(Saved entries)
********************
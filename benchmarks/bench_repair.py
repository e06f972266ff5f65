"""Repair benchmark: generated failing plans (the planner's tree with its search switched
off: ideal ratios, first-guess topologies), loads failing before and after, changes,
plans checked, and time (best of 3; CPU and wall — the machine is shared).

    python benchmarks/bench_repair.py [--quick]
"""

from __future__ import annotations

import sys
import time

from biastree.analysis.pipeline import check_tree
from biastree.input.blocks import BlockList
from biastree.planner.random_blocks import random_blocks
from biastree.planner.repair import repair
from biastree.planner.synthesis import plan_blocks


def main() -> None:
    cases = ((1000, 8), (1000, 9), (200, 3)) if "--quick" not in sys.argv else ((200, 3),)
    for n, seed in cases:
        tree = plan_blocks(BlockList.model_validate(random_blocks(n, seed)), search=False).tree
        result = check_tree(tree, detail=False)
        best = None
        for _ in range(3):
            t, c = time.perf_counter(), time.process_time()
            fixed = repair(tree, result)
            wall, cpu = time.perf_counter() - t, time.process_time() - c
            best = (cpu, wall) if best is None or cpu < best[0] else best
        print(f"{n} loads (seed {seed}): {int((~result.passed).sum())} failing → {fixed.after.failed}; "
              f"{len(fixed.changes)} changes, {fixed.checks} plans checked; best of 3: {best[0]:.1f} s CPU, {best[1]:.1f} s wall; "
              f"overhead {fixed.before.overhead_power * 1e6:.0f} → {fixed.after.overhead_power * 1e6:.0f} µW, "
              f"{fixed.before.device_units:.0f} → {fixed.after.device_units:.0f} unit devices")


if __name__ == "__main__":
    main()
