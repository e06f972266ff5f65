"""End to end against ngspice on the same trees: `biastree check` (JSON and
table) vs ngspice `.op` on biastree's own netlist of the plan, plus the
start-up of `import biastree` and `biastree --help`.

    python benchmarks/bench_check.py                 # 1k, 10k, 100k loads
    python benchmarks/bench_check.py 5000 --repeat 3

Plans are random and invented (biastree.generate), written as YAML.  Every
figure is the wall time of a fresh process (interpreter start-up, reading
the plan and writing the output included), best of --repeat; peak memory is
the child's maximum resident set.  ngspice runs `ngspice -b` on the netlist
`biastree netlist` writes (nominal voltages; the netlist is written before
the clock starts).  Ratios: ngspice time / biastree time.
"""

from __future__ import annotations

import argparse
import os
import shutil
import subprocess
import sys
import tempfile
import time
from pathlib import Path

ROOT = Path(__file__).resolve().parent.parent


def run(cmd: list[str], stdout: Path | None = None, timeout: float = 900.0) -> tuple[float, float, int]:
    """(wall seconds, peak MB, exit status) of one child process."""
    env = {**os.environ, "PYTHONPATH": str(ROOT)}
    out = open(stdout, "wb") if stdout else subprocess.DEVNULL
    start = time.perf_counter()
    proc = subprocess.Popen(cmd, stdout=out, stderr=subprocess.DEVNULL, stdin=subprocess.DEVNULL, env=env, cwd=ROOT)
    deadline = start + timeout
    while True:
        pid, status, usage = os.wait4(proc.pid, os.WNOHANG)
        if pid:
            break
        if time.perf_counter() > deadline:
            proc.kill()
            os.wait4(proc.pid, 0)
            return float("inf"), 0.0, -1
        time.sleep(0.005)
    wall = time.perf_counter() - start
    if stdout:
        out.close()  # type: ignore[union-attr]
    return wall, usage.ru_maxrss / 1024, os.waitstatus_to_exitcode(status)


def best(cmd: list[str], repeat: int, stdout: Path | None = None, timeout: float = 900.0) -> tuple[float, float]:
    runs = [run(cmd, stdout, timeout) for _ in range(repeat)]
    return min(r[0] for r in runs), max(r[1] for r in runs)


def main() -> None:
    parser = argparse.ArgumentParser()
    parser.add_argument("sizes", nargs="*", type=int, default=[1_000, 10_000, 100_000])
    parser.add_argument("--repeat", type=int, default=3)
    parser.add_argument("--ngspice-timeout", type=float, default=900.0)
    args = parser.parse_args()
    py = [sys.executable, "-m", "biastree"]
    t_import, _ = best([sys.executable, "-c", "import biastree"], 5)
    t_help, _ = best(py + ["--help"], 5)
    t_bare, _ = best([sys.executable, "-c", "pass"], 5)
    print(f"start-up (best of 5): python alone {t_bare:.3f} s, import biastree {t_import:.3f} s, "
          f"biastree --help {t_help:.3f} s")
    ngspice = shutil.which("ngspice")
    print(f"{'loads':>8} {'mirrors':>8} {'ngspice .op':>12} {'--json':>8} {'peak':>8} {'MB out':>7} {'table':>8} "
          f"{'peak':>8} {'×(json)':>8} {'×(table)':>9}")
    with tempfile.TemporaryDirectory() as tmp:
        for n in args.sizes:
            plan = Path(tmp) / f"plan{n}.yaml"
            subprocess.run(py + ["generate", str(n), "--seed", str(n), "-o", str(plan)], check=True, cwd=ROOT,
                           env={**os.environ, "PYTHONPATH": str(ROOT)})
            cir = Path(tmp) / f"plan{n}.cir"
            subprocess.run(py + ["netlist", str(plan), "-o", str(cir)], check=True, cwd=ROOT,
                           env={**os.environ, "PYTHONPATH": str(ROOT)})
            mirrors = sum(1 for line in cir.read_text().splitlines() if line.startswith("* mirror "))
            out = Path(tmp) / "out.json"
            t_json, m_json = best(py + ["check", str(plan), "--json"], args.repeat, out)
            size = out.stat().st_size / 1e6
            t_table, m_table = best(py + ["check", str(plan)], args.repeat, Path(os.devnull))
            if ngspice:
                t_spice, _ = best([ngspice, "-b", str(cir)], 1, Path(os.devnull), args.ngspice_timeout)
            else:
                t_spice = float("nan")
            spice = f"{t_spice:>11.2f}s" if t_spice != float("inf") else f">{args.ngspice_timeout:>9.0f}s"
            limit = args.ngspice_timeout if t_spice == float("inf") else t_spice
            more = ">" if t_spice == float("inf") else ""  # ngspice did not finish: a lower bound
            print(f"{n:>8} {mirrors or '?':>8} {spice} {t_json:>7.2f}s {m_json:>6.0f}MB {size:>7.1f} {t_table:>7.2f}s "
                  f"{m_table:>6.0f}MB {more + format(limit / t_json, '.1f'):>7}× {more + format(limit / t_table, '.1f'):>8}×",
                  flush=True)
    print(f"({os.cpu_count()} cores; biastree best of {args.repeat}, ngspice one run)")


if __name__ == "__main__":
    main()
********************
**ASSIGNED TASK:** From the data above, count the lines where "deadline" occurs and give that figure and nothing else.

**FINAL ANSWER:** 2